That situation of chronic and escalating conflict forms the background against which the killings of 1994 took place. Even before 1994, Rwanda was experiencing rising levels of violence and theft, perpetrated especially by hungry landless young people without off-farm income. When one compares crime rates for people of age 21-25 among different parts of Rwanda, most of the regional differences prove to be correlated statistically with population density and per-capita availability of calories: high population densities and worse starvation were associated with more crime.

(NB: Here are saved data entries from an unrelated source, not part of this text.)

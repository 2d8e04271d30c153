import { describe, expect, it } from 'vitest'
import { COMMON_PASSWORDS } from '../../../shared/common-passwords.ts'
import { PASSWORD_MAX_BYTES, isRepetition, passwordProblem, utf8Bytes } from '../../../shared/passwords.ts'

describe('the rule for new passwords', () => {
  it('counts UTF-8 bytes, because bcrypt ignores everything after 72 of them (Provos & Mazières 1999)', () => {
    expect(PASSWORD_MAX_BYTES).toBe(72)
    expect(utf8Bytes('abc')).toBe(3)
    expect(utf8Bytes('ü')).toBe(2)
    expect(utf8Bytes('€')).toBe(3)
    expect(utf8Bytes('🔭')).toBe(4)
    expect(passwordProblem('a1b2c3d4e5'.repeat(7) + 'xy')).toBeNull() // 72 bytes
    expect(passwordProblem('a1b2c3d4e5'.repeat(7) + 'xyz')).toBe('use at most 72 bytes (this one has 73); longer passwords would be cut silently')
    expect(passwordProblem('🔭 telescope ' + '🔭'.repeat(15))).toBe('use at most 72 bytes (this one has 75); longer passwords would be cut silently') // 27 characters, 15 + 60 bytes
  })

  it('refuses one character or a group of up to three repeated (NIST SP 800-63B §5.1.1.2: "repetitive characters")', () => {
    for (const p of ['aaaaaaaaaa', '🔭🔭🔭🔭🔭🔭🔭🔭🔭🔭', 'abababababab', '123123123123', 'xyzxyzxyzx']) expect(isRepetition(p), p).toBe(true)
    for (const p of ['abcdabcdabcd', 'lantern-owner-2026', 'aaaaaaaaab']) expect(isRepetition(p), p).toBe(false)
    expect(passwordProblem('aaaaaaaaaaaa')).toBe('a character or short group repeated is too easy to guess')
  })

  it('refuses the common-password list in any letter case, and counts length in characters', () => {
    expect(COMMON_PASSWORDS.size).toBeGreaterThan(250)
    for (const p of COMMON_PASSWORDS) expect(Array.from(p).length, p).toBeGreaterThanOrEqual(10) // shorter ones fail on length anyway
    expect(passwordProblem('Password123')).toBe('this is one of the most common passwords; choose another')
    expect(passwordProblem('QWERTYUIOP')).toBe('this is one of the most common passwords; choose another')
    expect(passwordProblem('short')).toBe('use at least 10 characters')
    expect(passwordProblem('üüüüüabcde')).toBeNull() // 10 characters, 15 bytes
  })

  it('accepts the demo and test passwords the README and tests use', () => {
    for (const p of ['lantern-owner-2026', 'lantern-analyst-2026', 'lantern-viewer-2026', 'correct horse battery', 'a long enough password']) expect(passwordProblem(p), p).toBeNull()
  })
})
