import { mkdirSync, writeFileSync } from 'node:fs'
import { join } from 'node:path'
import { PROJECT_ROOT, loadConfig } from '../config.ts'
import { connect } from '../db/client.ts'
import { createApp } from '../app.ts'
import { buildOpenApi } from '../http/openapi.ts'

// `npm run openapi`: writes openapi/openapi.json from the registered routes (no database is contacted).
const config = loadConfig({ ...process.env, JWT_SECRET: 'unused', DATA_DIR: join(PROJECT_ROOT, '.data') })
const db = connect('postgres://unused@127.0.0.1:1/unused', 1)
const app = createApp({ db, config, mailer: { send: async () => {}, close: () => {} } })
mkdirSync(join(PROJECT_ROOT, 'openapi'), { recursive: true })
writeFileSync(join(PROJECT_ROOT, 'openapi', 'openapi.json'), JSON.stringify(buildOpenApi(app.routeRegistry.specs), null, 2) + '\n')
await db.$client.end()
console.log('wrote openapi/openapi.json')
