import { describe, expect, it } from 'vitest'
import { mergeGalaxy, type StoredGalaxy } from '../../../shared/galaxy-merge.ts'

// `onExisting: merge` of an intake: a bookkeeping rule of this repository (no published source).
const stored: StoredGalaxy = {
  key: 'M-1', redshift: 0.05, ra: 150.1, dec: 2.2, fluxUnit: 1e-17,
  input: { lines: { halpha: { flux: 300, error: 6 }, hbeta: { flux: 80, error: 3 }, oi_6300: { upperLimit: 9 } }, ew: { halpha: 24.5 } },
}

describe('mergeGalaxy', () => {
  it('keeps stored lines, lays the new ones over them, keeps what is not given', () => {
    const m = mergeGalaxy(stored, { id: 'M-1', fluxUnit: 1e-17, lines: { hbeta: { flux: 82, error: 2 }, oiii_5007: { flux: 50, error: 3 } }, fwhm: { halpha: 210 } })
    expect(m).toEqual({
      id: 'M-1', redshift: 0.05, ra: 150.1, dec: 2.2, fluxUnit: 1e-17,
      lines: { halpha: { flux: 300, error: 6 }, hbeta: { flux: 82, error: 2 }, oi_6300: { upperLimit: 9 }, oiii_5007: { flux: 50, error: 3 } },
      ew: { halpha: 24.5 }, fwhm: { halpha: 210 },
    })
  })

  it('a redshift given anew wins; an absent flux unit keeps the stored one', () => {
    const m = mergeGalaxy(stored, { id: 'M-1', redshift: 0.07, lines: {} })
    expect(m.redshift).toBe(0.07)
    expect(m.fluxUnit).toBe(1e-17)
    expect(m.lines.halpha).toEqual({ flux: 300, error: 6 })
  })

  it('in another flux unit, kept lines are rescaled so their physical fluxes stay the same', () => {
    const m = mergeGalaxy(stored, { id: 'M-1', fluxUnit: 1e-16, lines: { oiii_5007: { flux: 5, error: 0.3 } } })
    expect(m.fluxUnit).toBe(1e-16)
    expect(m.lines.oiii_5007).toEqual({ flux: 5, error: 0.3 })
    // 300 × 1e-17 = 30 × 1e-16 erg s⁻¹ cm⁻²
    expect(m.lines.halpha!.flux!).toBeCloseTo(30, 12)
    expect(m.lines.halpha!.error!).toBeCloseTo(0.6, 12)
    expect(m.lines.oi_6300!.upperLimit!).toBeCloseTo(0.9, 12)
    expect(m.ew).toEqual({ halpha: 24.5 }) // Å: no flux unit
  })
})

After the explosion of 1994, André tried to track down the fates of Kanama’s inhabitants. She found that 5.4% were reported to her as having died as a result of the war. That number is an underestimate of the total casualties, because there were some inhabitants about whose fates she could obtain no information. Hence it remains unknown whether the death rate approached the average value of 11% for Rwanda as a whole. What is clear is that the death rate in an area where the population consisted almost entirely of Hutu was at least half of the death rate in areas where Hutu were killing Tutsi plus other Hutu.

All but one of the known victims at Kanama fell into one of six categories. First, the single Tutsi at Kanama, a widowed woman, was killed. Whether that had much to do with her being Tutsi is unclear, because she furnished so many other motives for killing: she had inherited much land, she had been involved in many land disputes, she was the widow of a polygamous Hutu husband (hence viewed as a competitor of his other wives and their families), and her deceased husband had already been forced off his land by his half-brothers.

Two more categories of victims consisted of Hutu who were large landowners. The majority of them were men over the age of 50, hence at a prime age for father/son disputes over land. The minority were younger people who had aroused jealousy by being able to earn much off-farm income and using it to buy land.

A next category of victims consisted of “troublemakers” known for being involved in all sorts of land disputes and other conflicts.

Still another category was young men and children, particularly ones from impoverished backgrounds, who were driven by desperation to enlist in the warring militias and proceeded to kill each other. This category is especially likely to have been underestimated, because it was dangerous for André to ask too many questions about who had belonged to what militia.

Finally, the largest number of victims were especially malnourished people, or especially poor people with no or very little land and without off-farm income. They evidently died because of starvation, being too weak, or not having money to buy food or to pay the bribes required to buy their survival at roadblocks.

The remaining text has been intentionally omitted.